Stored items:
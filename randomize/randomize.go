// Package randomize turns a plan and a seed into a layout: which unit gets
// which treatment. The algorithm is fixed and documented so that anyone can
// re-derive a layout from the recorded plan, with this package or without
// it; the same seed gives the same layout in every release.
//
// # Algorithm "allot-pcg-v1"
//
//  1. Streams. For block b (1-based; a completely randomised plan is one
//     block, b = 1) the stream seed is z_b = mix(seed + b·γ) with
//     γ = 0x9E3779B97F4A7C15 and mix the SplitMix64 finaliser
//     (Steele, Lea and Flood 2014, "Fast splittable pseudorandom number
//     generators", OOPSLA '14):
//     z ^= z >> 30; z *= 0xBF58476D1CE4E5B9; z ^= z >> 27;
//     z *= 0x94D049BB133111EB; z ^= z >> 31 (all arithmetic mod 2^64).
//     The stream is golang.org/x/exp/rand's PCGSource seeded with z_b
//     (PCG XSL RR 128/64, O'Neill 2014; Seed sets both 64-bit state words to
//     z_b).
//  2. Bounded integers. A uniform integer in [0, n) is drawn by rejection:
//     with t = 2^64 mod n, draw 64-bit x until x ≥ t, then return x mod n
//     (no modulo bias).
//  3. Shuffle. The block's treatment list is built in plan order, treatment
//     i repeated Reps[i] times. For i from len−1 down to 1, draw j uniform in
//     [0, i] and swap entries i and j (Fisher and Yates; Durstenfeld 1964,
//     CACM 7(7) 420). Entry k then goes to position k+1 of the block.
//
// Rejected alternatives: one stream for all blocks would make each block's
// layout depend on the sizes of the blocks before it, so a plan with one
// more block would reshuffle all later ones; math/rand's Intn is not
// guaranteed stable across Go releases.
package randomize

import (
	crand "crypto/rand"
	"encoding/binary"
	"fmt"

	"allot/design"

	"golang.org/x/exp/rand"
)

// Generator names the algorithm above; plans record it.
const Generator = "allot-pcg-v1"

const gamma = 0x9E3779B97F4A7C15

// mix is the SplitMix64 finaliser.
func mix(z uint64) uint64 {
	z ^= z >> 30
	z *= 0xBF58476D1CE4E5B9
	z ^= z >> 27
	z *= 0x94D049BB133111EB
	z ^= z >> 31
	return z
}

// Stream returns the random source of stream b for seed (step 1).
func Stream(seed, b uint64) *rand.PCGSource {
	src := &rand.PCGSource{}
	src.Seed(mix(seed + b*gamma))
	return src
}

// Bounded returns a uniform integer in [0, n) from src (step 2). It panics
// for n == 0.
func Bounded(src rand.Source, n uint64) uint64 {
	if n == 0 {
		panic("randomize: Bounded with n == 0")
	}
	t := -n % n
	for {
		if x := src.Uint64(); x >= t {
			return x % n
		}
	}
}

// Shuffle permutes s in place by Fisher–Yates with draws from src (step 3).
func Shuffle(src rand.Source, s []int) {
	for i := len(s) - 1; i > 0; i-- {
		j := Bounded(src, uint64(i+1))
		s[i], s[j] = s[j], s[i]
	}
}

// NewSeed draws a seed from the operating system's random source, for plans
// that do not give one.
func NewSeed() (uint64, error) {
	var b [8]byte
	if _, err := crand.Read(b[:]); err != nil {
		return 0, fmt.Errorf("drawing a seed: %w", err)
	}
	return binary.LittleEndian.Uint64(b[:]), nil
}

// Assign lays out the plan with its seed. The plan must be valid; its
// Generator must be empty or Generator, and is set to Generator.
func Assign(p design.Plan) (design.Layout, error) {
	if p.Generator == "" {
		p.Generator = Generator
	}
	if p.Generator != Generator {
		return design.Layout{}, fmt.Errorf("plan asks for generator %q; this version of allot implements %q", p.Generator, Generator)
	}
	if err := p.Validate(); err != nil {
		return design.Layout{}, err
	}
	size := p.BlockSize()
	base := make([]int, 0, size)
	for t, r := range p.Reps {
		for k := 0; k < r; k++ {
			base = append(base, t)
		}
	}
	units := make([]design.Unit, 0, p.Units())
	slots := make([]int, size)
	for b := 1; b <= p.Blocks; b++ {
		copy(slots, base)
		Shuffle(Stream(p.Seed, uint64(b)), slots)
		for k, t := range slots {
			units = append(units, design.Unit{
				ID:        design.UnitID(b, k+1, size),
				Block:     b,
				Position:  k + 1,
				Treatment: t,
			})
		}
	}
	l := design.Layout{Plan: p, Units: units}
	if err := l.Check(); err != nil {
		panic("randomize: layout breaks its invariants: " + err.Error())
	}
	return l, nil
}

● **What needs to be done**
Of the entries above, repeat exactly the lines between the line with "be valid; its" and the line with "base := make([]int, 0, size)", inclusive, and no others.

● **Exercise result**
// Assign lays out the plan with its seed. The plan must be valid; its
// Generator must be empty or Generator, and is set to Generator.
func Assign(p design.Plan) (design.Layout, error) {
	if p.Generator == "" {
		p.Generator = Generator
	}
	if p.Generator != Generator {
		return design.Layout{}, fmt.Errorf("plan asks for generator %q; this version of allot implements %q", p.Generator, Generator)
	}
	if err := p.Validate(); err != nil {
		return design.Layout{}, err
	}
	size := p.BlockSize()
	base := make([]int, 0, size)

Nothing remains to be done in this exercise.